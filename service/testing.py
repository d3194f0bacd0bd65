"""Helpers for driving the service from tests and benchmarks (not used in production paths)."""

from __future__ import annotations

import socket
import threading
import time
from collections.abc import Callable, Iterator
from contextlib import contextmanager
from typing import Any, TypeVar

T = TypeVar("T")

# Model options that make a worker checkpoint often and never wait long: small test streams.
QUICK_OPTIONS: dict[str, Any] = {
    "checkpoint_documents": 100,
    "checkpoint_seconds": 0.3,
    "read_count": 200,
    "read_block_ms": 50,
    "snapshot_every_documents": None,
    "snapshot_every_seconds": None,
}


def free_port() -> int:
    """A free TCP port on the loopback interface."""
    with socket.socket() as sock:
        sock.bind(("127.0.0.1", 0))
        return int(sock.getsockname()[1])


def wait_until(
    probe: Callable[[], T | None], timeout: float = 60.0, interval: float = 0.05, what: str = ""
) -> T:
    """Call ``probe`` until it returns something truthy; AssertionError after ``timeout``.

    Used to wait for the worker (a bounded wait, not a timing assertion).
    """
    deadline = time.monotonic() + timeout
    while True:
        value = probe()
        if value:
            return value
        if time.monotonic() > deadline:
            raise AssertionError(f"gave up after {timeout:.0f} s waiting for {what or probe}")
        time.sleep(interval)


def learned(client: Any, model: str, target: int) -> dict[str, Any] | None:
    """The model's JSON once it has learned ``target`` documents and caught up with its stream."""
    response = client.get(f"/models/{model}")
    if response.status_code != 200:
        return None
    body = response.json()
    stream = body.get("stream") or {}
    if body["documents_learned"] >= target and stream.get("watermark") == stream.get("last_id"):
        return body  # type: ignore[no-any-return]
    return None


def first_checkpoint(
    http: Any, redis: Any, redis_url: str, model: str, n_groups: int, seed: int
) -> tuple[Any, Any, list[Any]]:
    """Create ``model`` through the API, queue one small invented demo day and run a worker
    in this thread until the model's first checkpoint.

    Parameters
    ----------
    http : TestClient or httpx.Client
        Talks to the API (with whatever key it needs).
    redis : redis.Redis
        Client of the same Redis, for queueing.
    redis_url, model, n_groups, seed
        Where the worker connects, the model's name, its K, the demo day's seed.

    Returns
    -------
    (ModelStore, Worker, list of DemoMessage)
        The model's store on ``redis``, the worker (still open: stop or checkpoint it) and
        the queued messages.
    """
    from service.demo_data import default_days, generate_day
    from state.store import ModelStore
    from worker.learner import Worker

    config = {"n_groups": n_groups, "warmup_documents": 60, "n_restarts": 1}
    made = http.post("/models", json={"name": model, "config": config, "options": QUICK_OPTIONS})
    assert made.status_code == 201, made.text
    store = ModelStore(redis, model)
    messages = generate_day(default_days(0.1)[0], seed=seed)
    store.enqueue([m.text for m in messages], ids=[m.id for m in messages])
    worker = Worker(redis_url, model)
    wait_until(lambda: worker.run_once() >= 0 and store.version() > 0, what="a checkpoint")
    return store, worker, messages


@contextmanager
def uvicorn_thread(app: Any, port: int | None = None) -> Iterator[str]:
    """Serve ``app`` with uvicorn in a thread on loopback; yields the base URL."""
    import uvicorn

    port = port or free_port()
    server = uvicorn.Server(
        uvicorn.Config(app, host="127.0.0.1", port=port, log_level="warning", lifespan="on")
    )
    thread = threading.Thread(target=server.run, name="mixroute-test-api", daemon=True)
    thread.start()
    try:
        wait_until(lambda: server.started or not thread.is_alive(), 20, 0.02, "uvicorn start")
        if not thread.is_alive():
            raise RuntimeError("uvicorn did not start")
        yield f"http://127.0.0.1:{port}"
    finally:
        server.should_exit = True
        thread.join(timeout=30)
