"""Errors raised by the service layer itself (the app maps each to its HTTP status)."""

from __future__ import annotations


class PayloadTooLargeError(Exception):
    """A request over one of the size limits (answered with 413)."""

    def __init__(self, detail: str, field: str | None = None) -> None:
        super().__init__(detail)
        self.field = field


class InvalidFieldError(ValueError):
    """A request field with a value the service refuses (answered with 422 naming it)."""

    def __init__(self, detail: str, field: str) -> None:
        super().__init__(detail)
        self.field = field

=======

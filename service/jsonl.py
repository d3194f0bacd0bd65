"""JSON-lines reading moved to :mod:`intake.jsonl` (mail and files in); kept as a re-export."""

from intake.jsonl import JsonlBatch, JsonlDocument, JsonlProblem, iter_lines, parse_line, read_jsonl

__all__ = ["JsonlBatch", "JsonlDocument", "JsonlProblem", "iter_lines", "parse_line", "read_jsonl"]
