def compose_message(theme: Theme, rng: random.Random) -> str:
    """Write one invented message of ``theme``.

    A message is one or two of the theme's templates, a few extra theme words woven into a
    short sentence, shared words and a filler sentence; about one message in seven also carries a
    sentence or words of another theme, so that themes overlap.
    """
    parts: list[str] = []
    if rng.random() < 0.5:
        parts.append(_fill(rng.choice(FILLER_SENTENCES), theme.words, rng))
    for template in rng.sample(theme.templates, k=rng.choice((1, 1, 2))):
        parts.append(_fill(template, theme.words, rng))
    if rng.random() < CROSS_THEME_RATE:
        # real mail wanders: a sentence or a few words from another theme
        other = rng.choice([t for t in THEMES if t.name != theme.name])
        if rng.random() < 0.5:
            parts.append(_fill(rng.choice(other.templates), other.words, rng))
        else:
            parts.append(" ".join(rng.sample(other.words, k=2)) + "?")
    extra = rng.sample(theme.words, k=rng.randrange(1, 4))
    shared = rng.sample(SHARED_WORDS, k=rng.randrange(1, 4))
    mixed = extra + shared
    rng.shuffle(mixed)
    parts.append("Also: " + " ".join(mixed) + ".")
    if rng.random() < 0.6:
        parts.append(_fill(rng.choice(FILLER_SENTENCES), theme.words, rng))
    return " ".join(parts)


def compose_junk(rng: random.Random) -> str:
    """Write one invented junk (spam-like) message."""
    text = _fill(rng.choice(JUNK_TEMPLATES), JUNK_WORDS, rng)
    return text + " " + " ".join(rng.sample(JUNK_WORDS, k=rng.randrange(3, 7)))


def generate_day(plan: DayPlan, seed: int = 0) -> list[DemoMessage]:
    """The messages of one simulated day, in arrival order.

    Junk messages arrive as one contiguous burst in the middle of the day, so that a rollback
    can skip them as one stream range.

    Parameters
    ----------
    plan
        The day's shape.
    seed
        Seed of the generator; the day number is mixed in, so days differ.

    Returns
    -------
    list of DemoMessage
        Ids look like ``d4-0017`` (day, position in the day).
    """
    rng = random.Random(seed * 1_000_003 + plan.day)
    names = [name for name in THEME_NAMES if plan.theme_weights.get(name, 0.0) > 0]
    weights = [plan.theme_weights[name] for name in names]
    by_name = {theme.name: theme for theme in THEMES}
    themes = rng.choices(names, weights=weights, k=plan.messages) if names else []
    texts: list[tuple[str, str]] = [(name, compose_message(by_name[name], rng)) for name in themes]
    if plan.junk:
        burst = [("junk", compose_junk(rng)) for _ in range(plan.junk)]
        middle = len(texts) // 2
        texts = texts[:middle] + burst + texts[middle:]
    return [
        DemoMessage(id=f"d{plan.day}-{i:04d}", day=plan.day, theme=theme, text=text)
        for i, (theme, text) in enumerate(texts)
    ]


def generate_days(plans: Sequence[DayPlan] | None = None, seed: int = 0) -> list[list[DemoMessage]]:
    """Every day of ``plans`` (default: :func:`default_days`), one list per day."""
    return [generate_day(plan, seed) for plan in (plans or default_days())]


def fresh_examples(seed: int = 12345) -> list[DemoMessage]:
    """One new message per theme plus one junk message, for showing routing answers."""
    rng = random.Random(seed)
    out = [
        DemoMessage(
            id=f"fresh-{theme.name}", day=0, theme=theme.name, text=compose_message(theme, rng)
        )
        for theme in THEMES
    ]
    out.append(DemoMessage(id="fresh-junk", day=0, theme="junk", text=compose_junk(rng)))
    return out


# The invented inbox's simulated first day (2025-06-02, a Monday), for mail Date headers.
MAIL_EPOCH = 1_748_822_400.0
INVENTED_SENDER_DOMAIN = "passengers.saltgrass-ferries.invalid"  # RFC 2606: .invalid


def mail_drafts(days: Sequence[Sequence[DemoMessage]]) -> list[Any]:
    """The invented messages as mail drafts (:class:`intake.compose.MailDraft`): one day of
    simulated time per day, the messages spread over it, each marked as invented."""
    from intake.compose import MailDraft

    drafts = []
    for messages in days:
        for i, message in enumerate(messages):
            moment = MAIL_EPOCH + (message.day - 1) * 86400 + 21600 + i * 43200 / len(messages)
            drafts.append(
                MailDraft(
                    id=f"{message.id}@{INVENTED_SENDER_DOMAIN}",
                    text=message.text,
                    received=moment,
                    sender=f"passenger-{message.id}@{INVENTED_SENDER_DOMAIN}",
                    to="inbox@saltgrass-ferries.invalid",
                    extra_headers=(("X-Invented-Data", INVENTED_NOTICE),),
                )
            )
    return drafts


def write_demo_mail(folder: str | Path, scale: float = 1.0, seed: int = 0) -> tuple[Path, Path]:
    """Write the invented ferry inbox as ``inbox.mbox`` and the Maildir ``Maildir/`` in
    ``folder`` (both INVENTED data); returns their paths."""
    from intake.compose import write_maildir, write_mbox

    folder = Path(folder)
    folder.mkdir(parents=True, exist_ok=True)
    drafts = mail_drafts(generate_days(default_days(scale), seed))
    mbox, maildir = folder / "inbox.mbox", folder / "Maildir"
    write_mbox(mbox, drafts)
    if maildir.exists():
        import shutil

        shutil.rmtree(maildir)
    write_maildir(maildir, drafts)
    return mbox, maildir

=======

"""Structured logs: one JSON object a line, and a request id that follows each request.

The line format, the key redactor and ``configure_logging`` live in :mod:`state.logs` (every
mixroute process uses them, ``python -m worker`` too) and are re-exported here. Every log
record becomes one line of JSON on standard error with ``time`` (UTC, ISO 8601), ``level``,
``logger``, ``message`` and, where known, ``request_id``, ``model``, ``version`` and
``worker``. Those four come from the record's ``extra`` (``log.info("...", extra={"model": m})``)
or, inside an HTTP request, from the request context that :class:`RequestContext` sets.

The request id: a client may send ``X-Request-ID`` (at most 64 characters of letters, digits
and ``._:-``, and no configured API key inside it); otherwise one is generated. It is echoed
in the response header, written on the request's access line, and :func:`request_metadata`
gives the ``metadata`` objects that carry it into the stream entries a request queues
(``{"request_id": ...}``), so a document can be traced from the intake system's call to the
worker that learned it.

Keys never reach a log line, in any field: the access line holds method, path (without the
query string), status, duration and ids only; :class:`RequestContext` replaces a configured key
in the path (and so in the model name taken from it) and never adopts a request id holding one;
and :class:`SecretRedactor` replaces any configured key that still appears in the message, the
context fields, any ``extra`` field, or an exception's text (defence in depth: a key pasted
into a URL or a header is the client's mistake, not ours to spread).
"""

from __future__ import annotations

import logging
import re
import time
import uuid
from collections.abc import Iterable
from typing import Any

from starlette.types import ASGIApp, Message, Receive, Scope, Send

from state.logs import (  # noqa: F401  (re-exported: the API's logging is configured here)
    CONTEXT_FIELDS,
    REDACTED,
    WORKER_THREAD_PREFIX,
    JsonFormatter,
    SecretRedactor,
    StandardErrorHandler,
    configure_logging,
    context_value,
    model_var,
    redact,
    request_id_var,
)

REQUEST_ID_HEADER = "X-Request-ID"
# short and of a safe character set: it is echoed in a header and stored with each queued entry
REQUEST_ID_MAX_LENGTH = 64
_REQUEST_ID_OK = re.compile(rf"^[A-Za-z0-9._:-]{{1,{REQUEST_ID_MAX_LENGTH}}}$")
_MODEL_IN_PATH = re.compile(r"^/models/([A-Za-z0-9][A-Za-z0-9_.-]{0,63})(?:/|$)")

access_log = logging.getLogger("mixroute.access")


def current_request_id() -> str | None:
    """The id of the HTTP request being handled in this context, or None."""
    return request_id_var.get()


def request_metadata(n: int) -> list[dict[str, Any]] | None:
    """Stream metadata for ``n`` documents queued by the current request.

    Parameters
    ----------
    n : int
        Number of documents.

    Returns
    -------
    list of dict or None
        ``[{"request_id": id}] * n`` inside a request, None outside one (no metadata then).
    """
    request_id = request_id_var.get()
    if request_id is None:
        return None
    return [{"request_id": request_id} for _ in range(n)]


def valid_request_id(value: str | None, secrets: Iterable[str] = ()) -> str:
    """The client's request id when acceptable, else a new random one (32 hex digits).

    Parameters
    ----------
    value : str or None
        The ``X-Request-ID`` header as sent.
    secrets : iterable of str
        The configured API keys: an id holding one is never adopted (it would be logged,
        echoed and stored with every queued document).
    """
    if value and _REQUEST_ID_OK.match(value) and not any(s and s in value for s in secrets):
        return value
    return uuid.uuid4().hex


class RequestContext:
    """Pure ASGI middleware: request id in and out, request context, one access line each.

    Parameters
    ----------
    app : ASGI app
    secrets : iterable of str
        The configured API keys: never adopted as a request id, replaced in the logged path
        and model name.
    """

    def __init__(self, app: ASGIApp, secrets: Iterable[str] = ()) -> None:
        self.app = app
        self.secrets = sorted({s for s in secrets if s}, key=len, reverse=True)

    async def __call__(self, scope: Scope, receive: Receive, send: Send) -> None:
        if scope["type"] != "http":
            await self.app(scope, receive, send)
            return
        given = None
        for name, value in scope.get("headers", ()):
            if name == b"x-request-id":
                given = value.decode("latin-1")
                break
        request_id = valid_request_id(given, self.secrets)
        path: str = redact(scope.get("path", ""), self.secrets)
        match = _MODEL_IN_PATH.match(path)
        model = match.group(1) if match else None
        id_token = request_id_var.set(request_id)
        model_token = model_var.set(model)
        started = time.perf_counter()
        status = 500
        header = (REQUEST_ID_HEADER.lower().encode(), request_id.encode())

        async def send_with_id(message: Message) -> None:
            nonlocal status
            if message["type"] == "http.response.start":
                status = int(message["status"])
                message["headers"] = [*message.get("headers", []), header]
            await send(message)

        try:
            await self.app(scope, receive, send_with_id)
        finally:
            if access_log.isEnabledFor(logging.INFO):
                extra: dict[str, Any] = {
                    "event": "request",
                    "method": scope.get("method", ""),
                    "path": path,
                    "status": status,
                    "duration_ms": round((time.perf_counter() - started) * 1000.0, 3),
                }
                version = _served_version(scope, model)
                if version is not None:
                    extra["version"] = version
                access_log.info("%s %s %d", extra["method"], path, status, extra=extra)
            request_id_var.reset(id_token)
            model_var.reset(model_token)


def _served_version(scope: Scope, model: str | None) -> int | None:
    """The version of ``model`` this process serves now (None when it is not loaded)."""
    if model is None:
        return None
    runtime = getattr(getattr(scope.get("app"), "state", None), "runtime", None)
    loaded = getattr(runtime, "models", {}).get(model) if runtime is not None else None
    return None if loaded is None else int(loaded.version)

=======

TASK STATEMENT. Given the records above, return exactly the lines starting at the line containing "from state.store import ModelStore" and ending at the line containing "worker = Worker(redis_url, model)", including both.

WORKED SOLUTION.
    from state.store import ModelStore
    from worker.learner import Worker

    config = {"n_groups": n_groups, "warmup_documents": 60, "n_restarts": 1}
    made = http.post("/models", json={"name": model, "config": config, "options": QUICK_OPTIONS})
    assert made.status_code == 201, made.text
    store = ModelStore(redis, model)
    messages = generate_day(default_days(0.1)[0], seed=seed)
    store.enqueue([m.text for m in messages], ids=[m.id for m in messages])
    worker = Worker(redis_url, model)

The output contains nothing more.